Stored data
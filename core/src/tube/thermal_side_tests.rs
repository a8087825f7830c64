//! Checks of the waves into a thermally perfect gas: 40-digit answers, the closed forms, conservation, weak waves and the ends of the data.

use super::super::side::ContactSide;
use super::*;
use crate::gas::species::{named, table};
use crate::gas::{Fill, Gas, HeatCapacityModel, HeatCapacityRatio};
use crate::number::{Enclosure, Known};
use crate::shock::{Entry, ThermalFill};
use crate::tube::pure_gases::{exact, helium, pure};
use crate::tube::{Contact, Driver, Interaction, Tailoring, TestGas};

/// What follows a shock driven by helium of temperature T4.
fn met(gas: TestGas<'_>, entry: Entry, value: impl Into<Known>, t4: &str) -> Interaction {
    let behind = gas.behind(entry, value).unwrap();
    let driver = Driver::new(helium(), exact(t4)).unwrap();
    Contact::new(&behind, &driver.for_shock(&behind).unwrap()).interaction().unwrap()
}

#[test]
fn waves_are_those_of_forty_digits() {
    // The conservation laws and the integrals (tanh-sinh quadrature) of the published polynomials, solved by bracketing in 40-digit arithmetic, outside this
    // code: pressures over p1.
    for (name, t1, speed, wave, pressure, contact_speed, end_wall) in [
        (
            "N2",
            "295",
            "1000",
            Tailoring::Expansion,
            "40.40842082355777647017434",
            "-57.53002749859328354037738",
            "36.0934651489532811868331",
        ),
        ("N2", "295", "1400", Tailoring::Shock, "137.5766276225153843408835", "123.1732567316914937089826", "163.8315220720135527115961"),
        (
            "CO2",
            "300",
            "1250",
            Tailoring::Expansion,
            "205.5573143800398070128939",
            "-20.23319241287362329805585",
            "197.6961724847719467185683",
        ),
        (
            "CO2",
            "300",
            "700",
            Tailoring::Expansion,
            "24.55557961053657960987667",
            "-143.4357002043213324858325",
            "15.93579317807068917301607",
        ),
    ] {
        let portions = pure(named(name).unwrap());
        let gas = ThermallyPerfectGas::new(&portions).unwrap();
        let fill = ThermalFill::new(gas, HeatCapacityModel::Equilibrium, 1.0, exact(t1)).unwrap();
        let found = met(TestGas::from(&fill), Entry::ShockSpeed, exact(speed), t1);
        assert_eq!(found.returned, wave, "{name} {speed}");
        for (own, answer) in [(found.pressure, pressure), (found.contact_speed, contact_speed), (found.end_wall_pressure, end_wall)] {
            assert!(own.overlaps(Enclosure::from(exact(answer))), "{name} {speed} {own:?} {answer}");
            assert!(own.width_in_ulp() <= 2, "{name} {speed} {own:?}");
        }
        for own in [found.transmitted_mach, found.transmitted_speed, found.returned_mach, found.returned_speed] {
            assert!(own.width_in_ulp() <= 2, "{name} {speed} {own:?}");
        }
        if wave == Tailoring::Shock {
            assert!(found.returned_mach.low() > 1.0 && found.end_wall_pressure.low() > found.pressure.high());
        }
    }
}

/// Helium has c = 5/2 by its polynomial, and then everything is the closed form.
#[test]
fn constant_heat_capacity_is_the_closed_form() {
    let portions = pure(&table::HE);
    let gas = ThermallyPerfectGas::new(&portions).unwrap();
    let thermal = ThermalFill::new(gas, HeatCapacityModel::Equilibrium, 10e3, 300.0).unwrap();
    let mass = gas.molar_mass().enclosure();
    let constant = Fill::new(Gas::new(HeatCapacityRatio::ratio(5, 3).unwrap(), mass).unwrap(), 10e3, 300.0).unwrap();
    // A hot driver makes it under-tailored and over-tailored.
    for (t4, mach) in [("300", 1.2), ("300", 1.7), ("2000", 1.5), ("5000", 2.5)] {
        let own = met(TestGas::from(&thermal), Entry::Mach, mach, t4);
        let closed = met(TestGas::from(&constant), Entry::Mach, mach, t4);
        assert_eq!(own.returned, closed.returned);
        for (own, closed) in [
            (own.pressure, closed.pressure),
            (own.contact_speed, closed.contact_speed),
            (own.transmitted_mach, closed.transmitted_mach),
            (own.transmitted_speed, closed.transmitted_speed),
            (own.transmitted_sound_speed, closed.transmitted_sound_speed),
            (own.returned_mach, closed.returned_mach),
            (own.returned_speed, closed.returned_speed),
            (own.end_wall_pressure, closed.end_wall_pressure),
        ] {
            assert!(own.overlaps(closed), "{t4} {mach} {own:?} {closed:?}");
        }
    }
}

/// Weak waves are sound: Δu = a y/γ to first order, for shock and expansion.
#[test]
fn weak_waves_are_sound() {
    for name in ["N2", "CO2", "SF6", "H2", "Ar"] {
        let portions = pure(named(name).unwrap());
        let gas = ThermallyPerfectGas::new(&portions).unwrap();
        let side = ThermalSide::new(&gas, Ball::from(650.0));
        for (y, is_shock) in [(1e-7, true), (-1e-7, false)] {
            let speed = side.speed(Dual::variable(Ball::from(y), 0), is_shock);
            let sound = side.sound_speed() / side.gamma().value();
            assert!((speed.value() / (sound * Ball::from(y)) - Ball::whole(1)).magnitude() < 1e-7, "{name} {y} {speed:?}");
            let [slope] = speed.slopes();
            assert!((slope / sound - Ball::whole(1)).magnitude() < 3e-7, "{name} {y} {slope:?}");
            assert!(speed.value().radius() < 1e-18 * speed.value().magnitude(), "{name} {y} {speed:?}");
        }
    }
}

/// The slope of the speed is that of its differences, and energy is conserved across the shock.
#[test]
fn slopes_and_energy() {
    for species in table::ALL {
        let portions = pure(species);
        let gas = ThermallyPerfectGas::new(&portions).unwrap();
        for (temperature, ys) in [(310.0, [0.05, 0.8, 6.0]), (1200.0, [0.05, 0.4, 2.0])] {
            let side = ThermalSide::new(&gas, Ball::from(temperature));
            for y in ys {
                for (y, is_shock) in [(y, true), (-y / (1.0 + y) * 0.6, false)] {
                    let at = |y: f64| side.speed(Dual::variable(Ball::from(y), 0), is_shock);
                    let (found, step) = (at(y), y * 1e-6);
                    let difference = (at(y + step).value() - at(y - step).value()) / Ball::from(2.0 * step);
                    let [slope] = found.slopes();
                    assert!(
                        is_shock || temperature > 1000.0 || found.value().radius().is_infinite() || found.value().is_certainly_negative()
                    );
                    if found.value().radius().is_finite() {
                        assert!((difference / slope - Ball::whole(1)).magnitude() < 1e-9, "{} {temperature} {y} {slope:?}", species.name);
                    }
                }
                let Some(change) = side.shocked(Ball::from(y)) else { panic!("{} {temperature} {y}", species.name) };
                // h′ − h = ½(p′ − p)(1/ρ + 1/ρ′), over R T/W.
                let y = Ball::from(y);
                let rise = side.heat_capacity.rise(side.range, side.temperature, change.excess, change.to);
                let work = y * (Ball::whole(1) + (Ball::whole(1) + change.excess) / (Ball::whole(1) + y)) / Ball::whole(2);
                assert!((rise - work).enclosure().contains(0.0), "{} {temperature}", species.name);
                assert!(change.excess.radius() < 1e-18 * change.excess.magnitude());
            }
        }
    }
}

#[test]
fn a_wall_stops_the_gas() {
    let portions = pure(&table::CO2);
    let gas = ThermallyPerfectGas::new(&portions).unwrap();
    let side = ThermalSide::new(&gas, Ball::from(700.0));
    for y in [1e-4, 0.3, 4.0] {
        let speed = side.speed(Dual::variable(Ball::from(y), 0), true).value();
        let ratio = side.stopped(speed).unwrap();
        assert!((ratio - Ball::whole(1) - Ball::from(y)).magnitude() < 1e-17 * y, "{y} {ratio:?}");
        let (shock, behind) = ContactSide::Thermal(side).behind_shock(Ball::from(y)).unwrap();
        assert!(
            (shock - side.sound_speed()).is_certainly_positive() && (behind.sound_speed() - side.sound_speed()).is_certainly_positive()
        );
    }
}

#[test]
fn outside_the_data_nothing_is_said() {
    let portions = pure(&table::N2);
    let gas = ThermallyPerfectGas::new(&portions).unwrap();
    let side = ThermalSide::new(&gas, Ball::from(300.0));
    assert!(side.shocked(Ball::from(1e5)).is_none());
    assert!(side.expanded_twice(Ball::from(-0.9)).is_none());
    assert!(side.speed(Dual::variable(Ball::from(-0.9), 0), false).value().radius().is_infinite());
}

#[test]
fn weak_waves_come_back_from_a_nearly_tailored_contact_surface() {
    let portions = pure(&table::N2);
    let gas = ThermallyPerfectGas::new(&portions).unwrap();
    let fill = ThermalFill::new(gas, HeatCapacityModel::Equilibrium, 10e3, 295.0).unwrap();
    let test_gas = TestGas::from(&fill);
    let driver = Driver::new(helium(), 295.0).unwrap();
    let tailored = driver.tailored_mach(test_gas).unwrap().mach_excess.middle();
    for off in [1e-4, 1e-6, 1e-8, 1e-10, 1e-12, 1e-14] {
        for excess in [tailored * (1.0 - off), tailored * (1.0 + off)] {
            let behind = test_gas.behind(Entry::MachExcess, excess).unwrap();
            let contact = Contact::new(&behind, &driver.for_shock(&behind).unwrap());
            let found = contact.interaction().unwrap_or_else(|error| panic!("{off} {error} {:?}", contact.mismatch()));
            let change =
                found.end_wall_pressure.middle() / behind.reflected_over_incident_pressure().nearest() / behind.pressure().nearest() - 1.0;
            assert!(change.abs() < 3.0 * off, "{off} {change}");
        }
    }
}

§ **WORK REQUEST**
Could you restate word for word the lines above from the one containing "mass).unwrap(), 10e3, 300.0).unwrap();" through the one containing "speed = side.speed(Dual::variable(Ball::from(y), 0), is_shock);", both included, and nothing else?

§ **WRITTEN ANSWER**
    let constant = Fill::new(Gas::new(HeatCapacityRatio::ratio(5, 3).unwrap(), mass).unwrap(), 10e3, 300.0).unwrap();
    // A hot driver makes it under-tailored and over-tailored.
    for (t4, mach) in [("300", 1.2), ("300", 1.7), ("2000", 1.5), ("5000", 2.5)] {
        let own = met(TestGas::from(&thermal), Entry::Mach, mach, t4);
        let closed = met(TestGas::from(&constant), Entry::Mach, mach, t4);
        assert_eq!(own.returned, closed.returned);
        for (own, closed) in [
            (own.pressure, closed.pressure),
            (own.contact_speed, closed.contact_speed),
            (own.transmitted_mach, closed.transmitted_mach),
            (own.transmitted_speed, closed.transmitted_speed),
            (own.transmitted_sound_speed, closed.transmitted_sound_speed),
            (own.returned_mach, closed.returned_mach),
            (own.returned_speed, closed.returned_speed),
            (own.end_wall_pressure, closed.end_wall_pressure),
        ] {
            assert!(own.overlaps(closed), "{t4} {mach} {own:?} {closed:?}");
        }
    }
}

/// Weak waves are sound: Δu = a y/γ to first order, for shock and expansion.
#[test]
fn weak_waves_are_sound() {
    for name in ["N2", "CO2", "SF6", "H2", "Ar"] {
        let portions = pure(named(name).unwrap());
        let gas = ThermallyPerfectGas::new(&portions).unwrap();
        let side = ThermalSide::new(&gas, Ball::from(650.0));
        for (y, is_shock) in [(1e-7, true), (-1e-7, false)] {
            let speed = side.speed(Dual::variable(Ball::from(y), 0), is_shock);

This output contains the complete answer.